I. Finland should build up third pillar DC, says OECD


Third pillar defined contribution (DC) pension systems play a minor role in Finland, but the government
should consider measures to encourage a more significant DC pillar in a bid to improve risk sharing
between generations, the OECD has suggested. In its latest Economic Survey on Finland 2010 ,the
Organisation for Economic Reconstruction and Development (OECD) noted while the 2005 pension
reforms were a "step in the right direction" the pension system needs further adjustments to lower
fiscal costs. It argued the Finnish government should raise the minimum retirement age from 63 to 65
and either increase or abolish the existing maximum retirement age of 68. That said, the OECD
warned this needs to be combined with incentives encouraging older individuals to continue working.
This could perhaps be achieved by tightened access to disability pensions and by abolishing the so-
called "unemployment pipeline" available from age 57, that provides benefits and allows early
retirement at 62 with no actuarial penalties.
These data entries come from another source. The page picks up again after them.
// @ts-nocheck
/* eslint-disable */
/**
 * GENERATED from schemas/settings.schema.json by scripts/generate-validators.mjs (ajv standalone code). Do not edit by
 * hand: change the schema and run `npm run build && node scripts/generate-validators.mjs`. A test fails
 * when this file drifts.
 */
import { createRequire } from 'node:module';
const require = createRequire(import.meta.url);

export const validateSettingsInput = validate20;
const schema31 = {"$schema":"https://json-schema.org/draft/2020-12/schema","$id":"https://qforge.invalid/schemas/settings.schema.json","title":"qforge database settings (qforge.yaml)","description":"Settings of one database folder, read from qforge.yaml at its root. Every key is optional and has the documented default; unknown keys are errors.","type":"object","additionalProperties":false,"properties":{"title":{"description":"Database title, written into thermo.json and the comment header of nasa7.txt. Default: 'qforge database'.","type":"string","minLength":1,"maxLength":200,"default":"qforge database"},"record_identifier":{"description":"Text of the date/identifier field (columns 19-24) of every 80-column record. Never today's date, so outputs stay reproducible. 0-6 characters of [A-Za-z0-9 ._/-]. Default: 'QFORGE'.","type":"string","pattern":"^[A-Za-z0-9 ._/-]{0,6}$","default":"QFORGE","title":"0-6 characters of A-Z a-z 0-9 space . _ / -"},"temperature_ranges":{"description":"Fit ranges in K: [low, mid] and [mid, high]. A species file may override them. Default: 200 / 1000 / 6000.","type":"object","additionalProperties":false,"properties":{"low":{"type":"number","exclusiveMinimum":0,"default":200},"mid":{"type":"number","exclusiveMinimum":0,"default":1000},"high":{"type":"number","exclusiveMinimum":0,"maximum":20000,"default":6000}}},"standard_pressure":{"description":"Standard-state pressure of the ideal-gas properties: '1 bar' (IUPAC, NIST-JANAF 4th ed.) or '1 atm' (older tables). Default: '1 bar'.","enum":["1 bar","1 atm"],"default":"1 bar","title":"'1 bar' or '1 atm'"},"fit":{"description":"How the NASA 7-coefficient polynomials are fitted.","type":"object","additionalProperties":false,"properties":{"weights":{"description":"Relative weights of the Cp/R, H/RT and S/R residuals. Default: 1 each.","type":"object","additionalProperties":false,"properties":{"cp":{"type":"number","minimum":0,"default":1},"h":{"type":"number","minimum":0,"default":1},"s":{"type":"number","minimum":0,"default":1}}},"method":{"description":"How the coefficients are chosen: 'minimax' (default) minimises the largest error relative to the limits of 'tolerances' (the measure the check uses, so a species passes exactly when the optimum is at most 1), started from and never worse than least squares; 'least_squares' minimises the weighted sum of squared errors (weights above).","enum":["minimax","least_squares"],"default":"minimax"},"continuity_order":{"description":"Highest derivative of Cp made continuous at the midpoint (H and S always are): 1 = Cp and dCp/dT, 2 = also d2Cp/dT2. Default: 1.","enum":[1,2],"default":1},"optimise_mid":{"description":"false keeps the midpoint at temperature_ranges.mid for every species; an object lets the fit choose the midpoint per species in [min, max] on the given step (K), clipped to 100 K inside the species' own range, minimising the worst error relative to the limits (minimax) or the worst weighted error (least_squares). A species that sets temperature_ranges.mid keeps that midpoint. Default: {min: 700, max: 2500, step: 100}.","default":{"min":700,"max":2500,"step":100},"oneOf":[{"const":false},{"type":"object","additionalProperties":false,"required":["min","max"],"properties":{"min":{"type":"number","exclusiveMinimum":0},"max":{"type":"number","exclusiveMinimum":0},"step":{"type":"number","exclusiveMinimum":0,"default":100}}}],"title":"false, or {min, max, step?} in K"},"sampling_step":{"description":"Spacing (K) of the grid of computed points the fit uses; the range ends, the midpoint and 298.15 K are always included. Default: 10.","type":"number","minimum":0.5,"maximum":500,"default":10},"nodes":{"description":"Which computed points of the sampling grid the fit is made from; the fit check always judges every sampling point. 'all': every one. A mapping: `count` target temperatures over the fit range spaced `uniform` (evenly in T), `geometric` (evenly in ln T, denser at low T) or `chebyshev` (Chebyshev-Lobatto points, denser at both ends), each moved to the nearest sampling point, plus the range ends, 298.15 K and every midpoint candidate (more points are filled in where a range would be too sparsely covered); `exchange: true` then adds the sampling points where the fit's error relative to its limit has a local maximum and fits again at the chosen midpoint (one Remez exchange step). Default: 'all'.","oneOf":[{"const":"all"},{"type":"object","additionalProperties":false,"properties":{"spacing":{"enum":["uniform","geometric","chebyshev"],"default":"geometric"},"count":{"type":"integer","minimum":2,"maximum":100000,"default":40},"exchange":{"type":"boolean","default":true}}}],"title":"'all', or {spacing?, count?, exchange?}","default":"all"}}},"tolerances":{"description":"Largest fit error accepted at each temperature (dimensionless): for q = cp, h, s the limit is max(q, relative_to_cp.q × Cp/R(T)), Cp/R the computed value. A species whose fit exceeds one fails. Defaults: cp 0.1 (|ΔCp/R|), h 0.02 (|ΔH/RT|), s 0.02 (|ΔS/R|); relative_to_cp cp 0.015, h 0.003, s 0.003. A species file may set the same keys for itself.","type":"object","additionalProperties":false,"properties":{"cp":{"type":"number","exclusiveMinimum":0,"default":0.1},"h":{"type":"number","exclusiveMinimum":0,"default":0.02},"s":{"type":"number","exclusiveMinimum":0,"default":0.02},"relative_to_cp":{"description":"Size-scaled part of the limits: multiples of the computed Cp/R at the same temperature. 0.003 in H/RT and S/R is the error a 0.3 % shift in temperature would cause. Defaults: cp 0.015, h 0.003, s 0.003.","type":"object","additionalProperties":false,"properties":{"cp":{"type":"number","minimum":0,"default":0.015},"h":{"type":"number","minimum":0,"default":0.003},"s":{"type":"number","minimum":0,"default":0.003}}}}},"outputs":{"description":"Which database files a build writes (summary.json is always written). Default: all true except report.","type":"object","additionalProperties":false,"properties":{"thermo_json":{"type":"boolean","default":true},"nasa7":{"type":"boolean","default":true},"tables":{"type":"boolean","default":true},"report":{"description":"Also write report.html: overview and per-species charts of the build (same as build --report). Default: false.","type":"boolean","default":false}}},"tables":{"description":"Temperature grid (K) of tables/<name>.csv: from, to, step, plus extra temperatures; clipped to each species' fitted range. Default: 200 to 6000 step 100, plus 298.15.","type":"object","additionalProperties":false,"properties":{"from":{"type":"number","exclusiveMinimum":0,"default":200},"to":{"type":"number","exclusiveMinimum":0,"default":6000},"step":{"type":"number","minimum":1,"default":100},"extra":{"type":"array","items":{"type":"number","exclusiveMinimum":0},"maxItems":1000,"default":[298.15]}}},"references":{"description":"Reference data `qforge compare` uses when no --reference is given: files relative to the database folder, the largest accepted deviations, and known deviations (species/temperature windows with a wider, reasoned limit). Default: no files; cp 0.5 J/(mol K), s 0.5 J/(mol K), h 0.5 kJ/mol; no known deviations.","type":"object","additionalProperties":false,"properties":{"files":{"type":"array","items":{"type":"string","minLength":1},"default":[]},"tolerances":{"type":"object","additionalProperties":false,"properties":{"cp":{"description":"J/(mol K)","type":"number","exclusiveMinimum":0,"default":0.5},"s":{"description":"J/(mol K)","type":"number","exclusiveMinimum":0,"default":0.5},"h":{"description":"H-H298, kJ/mol","type":"number","exclusiveMinimum":0,"default":0.5}}},"known_deviations":{"description":"Recorded, reasoned exceptions to references.tolerances: inside its temperature window, a value of the named species whose deviation exceeds the normal tolerance but not the widened one is reported as 'known' (not a breach; compare still exits 0). Each entry must give a reason. compare warns when an entry names a species absent from the build, covers no compared value, or is no longer needed (every value it covers is within the normal tolerance). `qforge compare --strict` ignores every entry. Entries for the same species may not overlap in temperature for the same quantity. Default: none.","type":"array","maxItems":1000,"default":[],"items":{"type":"object","additionalProperties":false,"required":["species","tolerances","reason"],"properties":{"species":{"description":"Species record name, exactly as in the build (e.g. 'H2').","type":"string","minLength":1},"from":{"description":"Lowest temperature (K, inclusive) the entry covers. Default: no lower limit.","type":"number","minimum":0},"to":{"description":"Highest temperature (K, inclusive) the entry covers. Default: no upper limit.","type":"number","exclusiveMinimum":0},"tolerances":{"description":"Widened largest |deviation| per quantity inside the window; each must exceed the normal references.tolerances value. Quantities not given keep the normal tolerance. At least one.","type":"object","additionalProperties":false,"minProperties":1,"properties":{"cp":{"description":"J/(mol K)","type":"number","exclusiveMinimum":0},"s":{"description":"J/(mol K)","type":"number","exclusiveMinimum":0},"h":{"description":"H-H298, kJ/mol","type":"number","exclusiveMinimum":0}},"title":"a mapping with any of cp, s (J/(mol K)), h (kJ/mol)"},"reason":{"description":"Why the deviation is accepted (the model limit, where it is documented). Printed by compare. At least 10 characters.","type":"string","minLength":10,"pattern":"\\S"}}}}}},"strict":{"description":"Treat every warning of `check` and `build` as an error (as --strict does), except the accepted ones. Default false.","type":"boolean","default":false},"accepted_warnings":{"description":"Warnings accepted in writing for the whole database or one species: code (as printed in [brackets]), optional species, reason. An accepted warning is neither printed nor made an error by strict mode; an entry that matches no warning is warned about (stale-accepted-warning).","type":"array","items":{"type":"object","additionalProperties":false,"required":["code","reason"],"properties":{"code":{"type":"string","pattern":"^[a-z0-9]+(-[a-z0-9]+)*$","title":"a diagnostic code in lower kebab-case"},"species":{"type":"string","minLength":1},"reason":{"type":"string","minLength":10,"title":"why the warning is accepted (at least 10 characters)"}}},"default":[]}}};
const func1 = Object.prototype.hasOwnProperty;
const func2 = require("ajv/dist/runtime/ucs2length").default;
const pattern4 = new RegExp("^[A-Za-z0-9 ._/-]{0,6}$", "u");
const pattern5 = new RegExp("\\S", "u");
const pattern6 = new RegExp("^[a-z0-9]+(-[a-z0-9]+)*$", "u");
The need to encourage people to work longer will not only
help sustain the labour market, but the OECD noted that from 2010 new earnings-related pensions will
be reduced in line with increased longevity, so retirement incomes in relation to wages will fall unless
people work longer. The OECD report also showed the Finnish pension system can be described
almost entirely as a defined benefit (DB) system, which affects the risk distribution across the
generations. A drop in asset values – as seen in 2008/09 – will not affect accrued benefits but only
future contributions, so the current younger and future generations bear a larger share of the pension
risk. The report noted: "Compared to most OECD countries, third-pillar DC systems play a minor role.
A larger reliance on defined-contribution schemes would be useful from a risk-sharing perspective,
even though the government should be careful not to pursue such objectives with distorting subsidies."
The OECD warned old-age dependency will increase faster in Finland than almost any other OECD
country over the next 20 years, so it should take a "multi-faceted approach" to the ageing challenge.
Other recommendations from the report include reducing the pension accrual rate to 1.5% before the
age of 65, and increasing it to 6% afterwards, while there should also be consideration of lowering
accrual rates in non-working periods such as unemployment, study or parental leave. "While the
average retirement age has increased since the introduction of the new pension system and on the
back of a strong labour market, the recession is likely to undo some of these recent gains. Reforms to
the pension system are required to increase sustainability and lift old-age employment rates towards
the levels of the other Nordic countries," the report stated. (09/04/2010 IPE.com)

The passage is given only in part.